Objective of the trial
Ebola is a serious disease with a high case fatality rate ranging from 30 to 90%. Many outbreak episodes have occurred repeatedly in many African’s countries claiming the lives of thousands people. Due to the current outbreak going on in the neighbor country, the Democratic Republic of Congo, Uganda is among the countries which are at high risk of the disease spreading to its territory. Moreover, it has been extremely hard to make a quick response to an Ebola outbreak and no treatment is available to cure the disease. However, there is a hope that the vaccine against Ebola can help to control the disease. To date, no Ebola vaccine has been licensed to be used in a mass vaccination program. Therefore, there is a need to conduct research to generate scientific evidence that the vaccine is able to protect the vaccinated population or not. If, yes the study will lead to the vaccine being licensed and therefore can be used in the routine vaccination program to protect the general population.

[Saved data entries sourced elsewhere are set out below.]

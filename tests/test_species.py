"""Tests of tiltwell.species. Every numerical check names its outside reference beside it."""

from __future__ import annotations

import dataclasses
import re

import numpy as np
import pytest
import scipy.constants as sc

from tiltwell._base.validation import TiltwellError
from tiltwell.physics.constants import BOHR_MAGNETON, ELECTRON_G, NUCLEAR_MAGNETON, PLANCK
from tiltwell.physics.species import (
    OH_ROTATION,
    OH_SPIN_ORBIT,
    BreitRabi,
    LinearZeeman,
    Species,
    TabulatedZeeman,
    ZeemanModel,
    catalogue,
    species,
)

MU_B = BOHR_MAGNETON
H_HYPERFINE = 1420.405751768e6  # Hz, hydrogen maser frequency, from memory
PC = sc.physical_constants


# --- independent brute force: A I·J + mu_B (g_J J_z + g_I I_z) B in the |mJ, mI> basis ---------

def spin_matrices(s: float) -> tuple[np.ndarray, np.ndarray]:
    """S_z and S_+ for spin s, basis m = s, s-1, ..., -s."""
    m = s - np.arange(round(2 * s) + 1)
    raise_ = np.diag(np.sqrt(s * (s + 1) - m[1:] * (m[1:] + 1)), k=1)
    return np.diag(m), raise_


def brute_levels(model: BreitRabi, field: float) -> float:
    """Energy of model's state (incl. zero-field offset) by numpy.linalg.eigvalsh."""
    spin, split = model.nuclear_spin, model.hyperfine_splitting
    jz, jp = spin_matrices(0.5)
    iz, ip = spin_matrices(spin)
    a = split / (spin + 0.5)  # dE = A (I + 1/2) for J = 1/2
    i_dot_j = np.kron(jz, iz) + 0.5 * (np.kron(jp, ip.T) + np.kron(jp.T, ip))
    zeeman = MU_B * field * (model.g_J * np.kron(jz, np.eye(iz.shape[0])) + model.g_I * np.kron(np.eye(2), iz))
    hamiltonian = a * i_dot_j + zeeman
    total_m = np.diag(np.kron(jz, np.eye(iz.shape[0])) + np.kron(np.eye(2), iz))
    block = np.flatnonzero(np.abs(total_m - model.mF) < 1e-9)  # F_z is conserved
    levels = np.linalg.eigvalsh(hamiltonian[np.ix_(block, block)])
    # dE > 0 here: in each mF block the upper level belongs to F = I + 1/2
    return float(levels[-1] if model.F > spin else levels[0])
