def test_transverse_model_against_disc_moments() -> None:
    """A uniform disc of radius R has <x^2> = R^2/4 (scipy.integrate.dblquad below): source rms
    nozzle_diameter/4; angular rms (D/4)/L of the skimmer; then free flight for t."""
    source = invented_source()
    radius = 0.4e-3  # nozzle_diameter / 2; the disc integral is done for radius 1 and scaled
    second, _ = integrate.dblquad(lambda y, x: x * x, -1.0, 1.0,
                                  lambda x: -math.sqrt(1.0 - x * x), lambda x: math.sqrt(1.0 - x * x))
    sigma0 = radius * math.sqrt(second / math.pi)
    assert sigma0 == pytest.approx(radius / 2, rel=1e-7)
    v0, t = source.terminal_velocity, source.arrival_time
    sigma_v = v0 * (2.5e-3 / 4) / 0.14
    for plane in (source.beam().horizontal, source.beam().vertical):
        assert plane.sigma_velocity == pytest.approx(sigma_v, rel=1e-12)
        assert plane.sigma_position == pytest.approx(math.hypot(sigma0, sigma_v * t), rel=1e-9)


@pytest.mark.parametrize("factor", [0.5, 0.25])
def test_narrower_skimmer_narrows_transverse_velocity_in_proportion(factor: float) -> None:
    wide = invented_source().beam().horizontal.sigma_velocity
    narrow = invented_source(skimmer_diameter=2.5e-3 * factor).beam().horizontal.sigma_velocity
    assert narrow / wide == pytest.approx(factor, rel=1e-12)


@pytest.mark.parametrize(("distance", "diameter", "limits"), [(0.30, 3e-3, "aperture"), (0.30, 10e-3, "skimmer")])
def test_tightest_aperture_sets_the_transverse_spread(distance: float, diameter: float, limits: str) -> None:
    """The smallest D/L seen from the nozzle wins: 3 mm at 0.30 m (0.010) beats the skimmer's
    2.5 mm at 0.14 m (0.018); 10 mm at 0.30 m (0.033) does not."""
    source = invented_source(apertures=(Aperture(distance, diameter),))
    ratio = diameter / distance if limits == "aperture" else 2.5e-3 / 0.14
    expected = source.terminal_velocity * ratio / 4
    assert source.beam().vertical.sigma_velocity == pytest.approx(expected, rel=1e-12)


# --- bad input -----------------------------------------------------------------------------------
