@dataclass(frozen=True, eq=False)
class CurrentPlan:
    """Coil currents that put the field zero at each trap position.

    Attributes
    ----------
    positions : ndarray, shape (M,)
        Trap positions z_trap [m].
    currents : ndarray, shape (M, count)
        Current per turn of each coil [A] (zero for coils not active there).
    gradient : ndarray, shape (M,)
        Achieved on-axis gradient dB_z/dz at z_trap [T/m].
    limited : ndarray of bool, shape (M,)
        Where the current limit scaled the currents (and the gradient) down.
    """

    positions: FloatArray
    currents: FloatArray
    gradient: FloatArray
    limited: NDArray[np.bool_]

    def to_csv(self, path: str | os.PathLike[str], times: ArrayLike, positions: ArrayLike | None = None) -> None:
        """Write the waveforms to ``path`` as CSV, atomically (the old file survives errors).

        Parameters
        ----------
        path : str or path-like
            Target file, in an existing folder.
        times : array_like, shape (M,)
            Time [s] of each row (one per trap position).
        positions : array_like, shape (count,), optional
            The coil planes z_k [m] (:attr:`CoilArray.positions`), evenly spaced; the title
            line then states them as ``coil k at z = <first> m + k x <pitch> m``.

        Notes
        -----
        tiltwell's table layout (:func:`tiltwell._base.files.table_text`): three lines
        starting with ``#`` (a title, the units, the electrical caution), one header row
        ``time [s],coil_0 [A],coil_1 [A],...`` with a column for every coil of the row
        (k = 0 ... count - 1, the numbering of :class:`CoilArray`), then one comma-separated
        row per time. ``numpy.loadtxt(path, delimiter=",", skiprows=4)`` reads the numbers
        back; ``numpy.genfromtxt(path, delimiter=",", skip_header=3, names=True)`` also
        names the columns (``time_s``, ``coil_<k>_A``).
        """
        t = as_finite_array(times, "times", "s", ndim=1)
        if t.shape != self.positions.shape:
            raise TiltwellError(f"times [s] must have shape {self.positions.shape} (one per position); got shape {t.shape}")
        title = "tiltwell moving-trap coil currents: current per turn of each coil, signed"
        count = self.currents.shape[1]
        if positions is not None:
            planes = as_finite_array(positions, "positions", "m", ndim=1)
            if planes.shape != (count,):
                raise TiltwellError(f"positions [m] must have shape ({count},) (one per coil); got shape {planes.shape}")
            step = float(planes[1] - planes[0]) if count > 1 else 0.0
            title += f"; coil k at z = {float(planes[0])!r} m + k x {step!r} m"
        columns = [("time", "s"), *((f"coil_{k}", "A") for k in range(count))]
        rows = ((t[j], *self.currents[j]) for j in range(t.size))
        write_table(path, title, columns, rows, caution=ELECTRICAL_CAUTION)
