"""The self-contained HTML report: one file, no network at view time.

Everything the page needs is inside it: the CSS, the drawings as inline SVG (see
:mod:`geomjoint.report.plots`) and a few lines of JavaScript that sort the joints
table and open the per-joint sections.  The page opens with the summary and the joints
table; each joint's section (drawings, numbers, checks) is a closed ``<details>`` that a
click, a link to it or printing opens, so a report of hundreds of joints stays quick to
open and grows by a few kB per joint.  The numbers are the ones of results.json (:mod:`geomjoint.report.json_doc`),
converted to the units the job asked for with :func:`geomjoint.units.convert`; every
number cell of the joints table also carries the internal value (N, mm, MPa) in a
``data-value`` attribute, which is what the table sorts on.
"""
from __future__ import annotations

import html
import math
import re
from dataclasses import asdict

from geomjoint.mechanics.joint import JointResult
from geomjoint.report import lazy, plots
from geomjoint.report.plots import VERDICT_COLOURS, VERDICT_TEXT, ReportUnits, report_units
from geomjoint.report.json_doc import vdi_numbers
from geomjoint.report.text import CAUTION, plastic_caution

#: where each member-stiffness method comes from, for the numbers table
STIFFNESS_SOURCES = {
    "frustum": "frustum, Shigley 10th ed., eq. 8-20 (layered: cones meeting at mid-grip)",
    "exponential": "Wileman, Choudhury & Green (1991), Shigley 10th ed., eq. 8-23",
    "vdi": "VDI 2230-1 (2015), substitute deformation body",
    "cone": "pressure cone clipped by the part geometry (numerical)",
    "fe": "axisymmetric finite elements",
}

#: the fatigue equation of each criterion along the load line from the preload stress
FATIGUE_SOURCES = {
    "goodman": "Goodman line, Shigley 10th ed., eq. 8-38 (load line from σ_i)",
    "gerber": "Gerber parabola, Shigley 10th ed., eq. 8-39 (load line from σ_i)",
    "asme-elliptic": "ASME ellipse, Shigley 10th ed., eq. 8-40 (load line from σ_i)",
    "soderberg": "Soderberg line, Shigley 10th ed., Sec. 8-11 (load line from σ_i)",
    "vdi": "σ_AS/σ_a, VDI 2230-1 (2015) R9",
}

#: where a bearing or hole diameter of the numbers table came from (JointSpec.*_source)
DIAMETER_SOURCES = {
    "job": "set in the job (bearing_diameter / hole_diameter)",
    "model": "measured on the model (modelled head, nut or washer; the hole)",
    "catalogue": "catalogue: washer outside diameter where a washer is clamped, else the head's or nut's "
                 "bearing face (ISO 4032 / ISO 4762 / ASME B18.2); clearance hole ISO 273 / ASME B18.2.8",
}

#: what each number of the VDI 2230-1 chain is, for a reader (symbols as VDI 2230-1:2015 writes them)
VDI_LABELS = {
    "l_K": "l_K, clamp length", "d_W": "d_W, bearing diameter of the cone", "d_h": "d_h, hole diameter",
    "shank_in_clamp": "unthreaded shank inside the clamp length", "free_thread": "l_Gew, free loaded thread length",
    "delta_S": "δ_S, bolt resilience", "beta_L": "β_L, length ratio of the deformation cone", "y": "y, diameter ratio",
    "tan_phi": "tan φ, cone angle of the substitute body", "D_A": "D_A, outside diameter of the clamped parts",
    "D_A_Gr": "D_A,Gr, limiting outside diameter", "body": "substitute deformation body",
    "delta_P": "δ_P, resilience of the clamped parts", "bolt_stiffness": "bolt stiffness",
    "member_stiffness": "stiffness of the clamped parts", "Phi_K": "Φ_K, load factor (load at the head)",
    "Phi_n": "Φ_n, load factor (load introduced inside)", "f_Z": "f_Z, amount of embedding",
    "F_Z": "F_Z, preload lost to embedding", "dF_Vth": "ΔF_Vth, preload change with temperature",
    "F_KQ": "F_KQ, clamp load to carry the shear by friction", "F_K_req": "F_K,req, clamp load required",
    "F_M_min": "F_M,min, least assembly preload required", "F_M_max": "F_M,max, greatest assembly preload",
    "F_M_zul": "F_M,zul, permissible assembly preload", "alpha_A": "α_A, tightening factor",
    "D_Km": "D_Km, friction diameter of the head", "M_A": "M_A, tightening torque",
    "preload_min": "least preload after tightening", "preload_max": "greatest preload after tightening",
    "preload": "preload in service", "F_S_max": "F_S,max, greatest bolt force",
    "M_G": "M_G, thread torque", "sigma_red_B": "σ_red,B, working stress (von Mises)",
    "S_F": "S_F, safety margin against yield", "sigma_a": "σ_a, alternating stress",
    "sigma_AS": "σ_AS, endurance limit of the thread",
    "fatigue_formula": "endurance formula (ASV: rolled before heat treatment, ASG: after)",
    "S_D": "S_D, safety margin against fatigue", "p_head_assembly": "p, pressure under the head at assembly",
    "p_head_service": "p, pressure under the head in service", "p_nut_assembly": "p, pressure under the nut at assembly",
    "p_nut_service": "p, pressure under the nut in service", "p_G_head": "p_G, limiting pressure under the head",
    "p_G_nut": "p_G, limiting pressure under the nut", "S_P": "S_P, safety margin against surface pressure",
    "F_KR_min": "F_KR,min, least residual clamp load", "S_G": "S_G, safety margin against slip",
}

_VERDICTS = ("pass", "marginal", "fail")


def _e(x) -> str:
    return html.escape(str(x), quote=True)


def _fmt(x: float | None, spec: str | None = None) -> str:
    """A number for people: None is unbounded, a few significant digits otherwise."""
    if x is None:
        return "unbounded"
    x = float(x)
    if math.isinf(x):
        return "unbounded"
    if math.isnan(x):
        return "n/a"
    if spec is not None:
        return format(x, spec)
    a = abs(x)
    if a >= 1000:
        return f"{x:,.0f}".replace(",", "\u202f")   # narrow no-break space groups thousands
    if a >= 100:
        return f"{x:.1f}"
    if a >= 1:
        return f"{x:.3g}" if a < 10 else f"{x:.2f}"
    if a == 0:
        return "0"
    return f"{x:.3g}"


def _raw(x: float | None) -> str:
    """The full-precision value for a data attribute (JSON-like: null when unbounded)."""
    if x is None or not math.isfinite(float(x)):
        return ""
    return repr(float(x))


def _anchor(index: int, joint_id: str) -> str:
    return f"joint-{index}-" + re.sub(r"[^A-Za-z0-9_-]+", "_", joint_id)[:60]


def _badge(verdict: str) -> str:
    v = verdict if verdict in _VERDICTS else "fail"
    return f'<span class="verdict v-{v}">{_e(verdict.upper())}</span>'


def _size_shown(r: JointResult, u: ReportUnits) -> str:
    return plots.fastener_label(r)


def _check_value(c) -> str:
    """A check's value: None is an unbounded factor when there is a requirement, else no number."""
    if c.value is None:
        return "unbounded" if c.required is not None and c.ok else "–"
    return _fmt(c.value)


def _governing(r: JointResult) -> str:
    for c in r.checks:
        if c.name == r.governing:
            if c.value is None or c.required is None:
                return f"{r.governing} ({'ok' if c.ok else 'fails'}{': ' + c.note if c.note else ''})"
            return f"{r.governing} ({_fmt(c.value)} against {_fmt(c.required)} required)"
    return r.governing


_CSS = f"""
:root {{ --pass: {VERDICT_COLOURS['pass']}; --marginal: {VERDICT_COLOURS['marginal']};
        --fail: {VERDICT_COLOURS['fail']}; --ink: #1a1a1a; --muted: #555; --rule: #c8c8c8; }}
* {{ box-sizing: border-box; }}
body {{ font-family: system-ui, -apple-system, "Segoe UI", Roboto, "DejaVu Sans", sans-serif; color: var(--ink);
       margin: 0 auto; max-width: 1150px; padding: 1rem 1.5rem 3rem; line-height: 1.4; background: #fff; }}
h1 {{ font-size: 1.6rem; margin: .5rem 0; }}
h2 {{ font-size: 1.25rem; margin-top: 2.2rem; border-bottom: 2px solid var(--rule); padding-bottom: .2rem; }}
h3 {{ font-size: 1rem; margin: 1.2rem 0 .4rem; }}
.caution {{ border: 2px solid var(--ink); background: #fff7e0; padding: .6rem .9rem; font-weight: 600; }}
.counts {{ display: flex; gap: .8rem; flex-wrap: wrap; margin: .6rem 0; }}
.count {{ border: 1px solid var(--rule); padding: .4rem .8rem; min-width: 7rem; }}
.count b {{ font-size: 1.4rem; display: block; }}
.verdict {{ display: inline-block; padding: .05rem .45rem; border-radius: 3px; font-weight: 700;
           font-size: .85em; letter-spacing: .03em; border: 1px solid #000; }}
.v-pass {{ background: var(--pass); color: {VERDICT_TEXT['pass']}; }}
.v-marginal {{ background: var(--marginal); color: {VERDICT_TEXT['marginal']}; }}
.v-fail {{ background: var(--fail); color: {VERDICT_TEXT['fail']}; }}
table {{ border-collapse: collapse; margin: .4rem 0 1rem; font-size: .9rem; }}
th, td {{ border-bottom: 1px solid var(--rule); padding: .25rem .6rem; text-align: left; vertical-align: top; }}
td.num {{ text-align: right; font-variant-numeric: tabular-nums; white-space: nowrap; }}
th button {{ font: inherit; font-weight: 700; background: none; border: 0; padding: 0; cursor: pointer;
             color: inherit; }}
th button::after {{ content: " \\2195"; color: var(--muted); }}
th[aria-sort="ascending"] button::after {{ content: " \\2191"; }}
th[aria-sort="descending"] button::after {{ content: " \\2193"; }}
.figs {{ display: flex; flex-wrap: wrap; gap: .8rem; }}
.figs figure {{ margin: 0; flex: 1 1 460px; max-width: 560px; }}
.figs svg, .overview svg {{ width: 100%; height: auto; }}
figcaption {{ font-size: .8rem; color: var(--muted); }}
.src {{ color: var(--muted); font-size: .82rem; }}
.bad {{ font-weight: 700; }}
ul.findings li {{ margin: .15rem 0; }}
footer {{ margin-top: 3rem; }}
section.joint > details > summary {{ cursor: pointer; list-style-position: outside; margin-left: 1.1rem; }}
section.joint > details > summary h2 {{ display: inline; border: 0; }}
section.joint {{ border-bottom: 2px solid var(--rule); padding: .5rem 0; }}
.toolbar button {{ font: inherit; margin-right: .5rem; }}
@media print {{ section.joint {{ break-before: page; }} th button::after {{ content: none; }} .toolbar {{ display: none; }} }}
"""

Despite the fact that Uganda is highly regulated country regarding clinical research, effort was made to get all the needed approvals for the study after a long submission process. The Site Initiation Visit (SIV) for the trial was done in mid - July 2019 leading to the site activation on 31 July 2019. The recruitment of participants has started on 1st August 2019 and so far 305 participants have been included in the study for a total targeted seize of 800 participants. No major obstacle/issue was observed since the recruitment started. All the participants will receive 2 doses, the first dose given the day of inclusion (Day 0) and the second 56 days later. Among the 305 participants included, 94 have received the second dose. All the follow-up visits are being done successfully to date. In addition to the vaccination process, the study has qualitative component aiming to do individual interview and focus group discussion for a total of 70 vaccinated participants. Currently, 33 participants have attended the individual interview. Another sub-study about PBMC (Peripheral Blood Mononuclear Cells) process to get additional information on the immunogenicity is about to start very soon.
This is among the most important studies for Epicentre that will allow having a vaccine marketed in order to control the devastating outbreak that has created losses of thousands of lives.